WHAT TO DO: Find every line below where the word "finish" occurs, then give how many you found and nothing else.

RECORDS:
import { BugError, InputError } from '../errors/errors.ts';
import { columnsOf, type FieldColumns, factsOf } from '../models/field-columns.ts';
import { AdaptiveFieldTables } from '../models/field-counts.ts';
import { FieldPlan } from '../models/field-plan.ts';
import { FieldPredictor } from '../models/field-predictor.ts';
import { codeRecord, countRecord } from '../models/field-records.ts';
import { type FieldSelection, selectFields } from '../models/field-selection.ts';
import { quantiseTables, weighTables } from '../models/field-weights.ts';
import { Quantiser } from '../models/quantise.ts';
import { Meter } from '../stages/meter.ts';
import type { RecordLayout } from '../symbols/record-layout.ts';
import type { Setup, Tables, Trainer } from './contract.ts';
import { type FieldsSettings, untrainedPlan } from './fields-settings.ts';
import { MessagePieces } from './message-pieces.ts';

/**
 * Choices, references and size classes are made on the last of the train records: so many values at
 * most.
 */
const MOST_VALUES = 2 ** 20;

/** Under `fill`, contexts begin at one of so many units of the train split, as if messages held so many. */
const UNITS_A_START = 8;

interface TrainedPlan {
  readonly coder: 'fields';
  readonly plan: FieldPlan;
  /** What `auto` found, one a part; absent where choices were given. */
  readonly selections?: readonly FieldSelection[];
}

/** What `fields` is trained to. */
export type FieldsTables =
  | (TrainedPlan & {
      readonly policy: 'shipped';
      /** Of all slots: smoothed counts, and the same at totals of 2^14. */
      readonly weights: Float64Array;
      readonly frequencies: Uint32Array;
    })
  | (TrainedPlan & { readonly policy: 'primed'; readonly tables: AdaptiveFieldTables });

/** The tables that a setup's policy needs; a missing or foreign set is our own bug. */
export function tablesFor<P extends FieldsTables['policy']>(
  setup: Setup,
  policy: P,
): Extract<FieldsTables, { policy: P }> {
  const tables = setup.tables as FieldsTables | undefined;
  if (tables?.coder !== 'fields' || tables.policy !== policy) {
    throw new BugError(`fields was given no tables for ${policy}`, {
      got: tables === undefined ? 'none' : `tables of ${(tables as Tables).coder}`,
    });
  }
  return tables as Extract<FieldsTables, { policy: P }>;
}

/** The plan and adaptive tables that both ends of a unit start with. */
export function adaptiveTablesFor(
  settings: FieldsSettings,
  setup: Setup,
): { plan: FieldPlan; tables: AdaptiveFieldTables } {
  if (setup.policy === 'primed') {
    const { plan, tables } = tablesFor(setup, 'primed');
    return { plan, tables: new AdaptiveFieldTables(plan, tables) };
  }
  const layout = settings.layoutOf(setup);
  const choices = settings.choicesFor(setup, layout);
  if (choices === undefined) throw new BugError('fields has no choices and no train split');
  const plan = untrainedPlan(layout, choices);
  return { plan, tables: new AdaptiveFieldTables(plan) };
}

/** Whether contexts begin anew at each message. */
export const startsAtMessages = (setup: Setup): boolean =>
  setup.policy === 'shipped' || setup.reset === 'message';

/** What is written of a message's length is the number of its records, where units are not counted. */
export const countedInRecords = (setup: Setup, layout: RecordLayout): Setup => ({
  ...setup,
  unitSymbols: setup.unitSymbols ?? layout.bytes,
});

/** Number of records in a message of so many bytes. Throws InputError for a part of one. */
export function recordCountOf(symbolCount: number, layout: RecordLayout): number {
  const over = symbolCount % layout.bytes;
  if (over === 0) return symbolCount / layout.bytes;
  throw new InputError('fields: a message is not a whole number of records', {
    coder: 'fields',
    key: 'messages',
    expected: `a multiple of ${layout.bytes} bytes, the size of one record`,
    got: `${symbolCount} bytes`,
    advice: 'Cut messages by records, as in messages: records=8.',
  });
}

/** Messages of the train split from one begin of contexts to the next. */
function startEvery(setup: Setup): number {
  if (!startsAtMessages(setup)) return Number.POSITIVE_INFINITY;
  return setup.fill === undefined ? 1 : UNITS_A_START;
}

/**
 * A trainer for the policies that have tables. It keeps the train split until the end, since
 * choices come before counts.
 *
 * The choices are made on the last records, at most {@link MOST_VALUES} values of them: those
 * nearest to what will be coded.
 */
export function fieldsTrainer(settings: FieldsSettings, setup: Setup): Trainer {
  const layout = settings.layoutOf(setup);
  const train = new TrainRecords(layout, startEvery(setup));
  return {
    push: (chunk) => train.pieces.push(chunk),
    finish: (): FieldsTables => {
      train.pieces.finish();
      const { bytes, starts } = train.finish();
      const most = Math.max(256, Math.floor(MOST_VALUES / layout.partCount));
      const from = Math.max(0, starts.length - most);
      const columns = columnsOf(layout, bytes.subarray(from * layout.bytes), starts.subarray(from));
      const given = settings.choicesFor(setup, layout);
      const selections = given === undefined ? selectFields(columns) : undefined;
      const choices = given ?? selections!.map(({ choice }) => choice);
      const plan = new FieldPlan(layout, choices, factsOfAll(columns));
      const trained = { coder: 'fields' as const, plan, ...(selections && { selections }) };
      if (setup.policy === 'primed')
        return { ...trained, policy: 'primed', tables: learnAll(plan, bytes, starts) };
      const weights = countAll(plan, bytes, starts);
      return { ...trained, policy: 'shipped', weights, frequencies: quantiseAll(plan, weights) };
    },
  };
}

const factsOfAll = (columns: FieldColumns) =>
  columns.values.map((_, part) => factsOf(columns, part, columns.recordCount));

/** Smoothed counts of all slots. */
function countAll(plan: FieldPlan, bytes: Uint8Array, starts: Uint8Array): Float64Array {
  const predictor = new FieldPredictor(plan);
  const counts = new Float64Array(plan.slotCount);
  for (let record = 0; record < starts.length; record++) {
    if (starts[record] === 1) predictor.start();
    countRecord(predictor, counts, bytes, record * plan.layout.bytes);
  }
  const weights = new Float64Array(plan.slotCount);
  forEachPart(plan, (from, tables, tokens) => weighTables(counts, weights, from, tables, tokens));
  return weights;
}

function quantiseAll(plan: FieldPlan, weights: Float64Array): Uint32Array {
  const frequencies = new Uint32Array(plan.slotCount);
  const quantiser = new Quantiser();
  forEachPart(plan, (from, tables, tokens) =>
    quantiseTables(quantiser, weights, frequencies, from, tables, tokens),
  );
  return frequencies;
}

/** First slot, number of tables and tokens of each part. */
function forEachPart(
  { partCount, tableStart, slotStart }: FieldPlan,
  visit: (from: number, tables: number, tokens: number) => void,
): void {
  for (let part = 0; part < partCount; part++) {
    const table = tableStart[part];
    const from = slotStart[table];
    visit(from, tableStart[part + 1] - table, slotStart[table + 1] - from);
  }
}

/** Adaptive tables after all records, coded without a stage. */
function learnAll(plan: FieldPlan, bytes: Uint8Array, starts: Uint8Array): AdaptiveFieldTables {
  const predictor = new FieldPredictor(plan);
  const tables = new AdaptiveFieldTables(plan);
  const sink = new Meter();
  for (let record = 0; record < starts.length; record++) {
    if (starts[record] === 1) predictor.start();
    codeRecord(predictor, tables, bytes, record * plan.layout.bytes, sink);
  }
  return tables;
}

/** The train split, gathered from chunks. */
class TrainRecords {
  readonly pieces: MessagePieces;
  readonly #layout: RecordLayout;
  #bytes = new Uint8Array(1 << 12);
  #filled = 0;
  readonly #firstRecords: number[] = [];

  /** @param startEvery  contexts begin at the first message, and then at each of so many */
  constructor(layout: RecordLayout, startEvery: number) {
    this.#layout = layout;
    let left = 0;
    this.pieces = new MessagePieces({
      begin: (symbolCount) => {
        recordCountOf(symbolCount, layout);
        if (left === 0) {
          this.#firstRecords.push(this.#filled / layout.bytes);
          left = startEvery;
        }
        left--;
      },
      take: (symbols, from, to) => {
        const end = this.#filled + to - from;
        if (end > this.#bytes.length) {
          const grown = new Uint8Array(Math.max(end, 2 * this.#bytes.length));
          grown.set(this.#bytes);
          this.#bytes = grown;
        }
        this.#bytes.set(symbols.subarray(from, to), this.#filled);
        this.#filled = end;
      },
      end: () => {},
    });
  }

  /** All records, and for each 1 where contexts begin. */
  finish(): { bytes: Uint8Array; starts: Uint8Array } {
    const count = this.#filled / this.#layout.bytes;
    const starts = new Uint8Array(count);
    for (const record of this.#firstRecords) if (record < count) starts[record] = 1;
    if (count > 0) starts[0] = 1;
    return { bytes: this.#bytes.subarray(0, this.#filled), starts };
  }
}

RESPONSE BOX: 4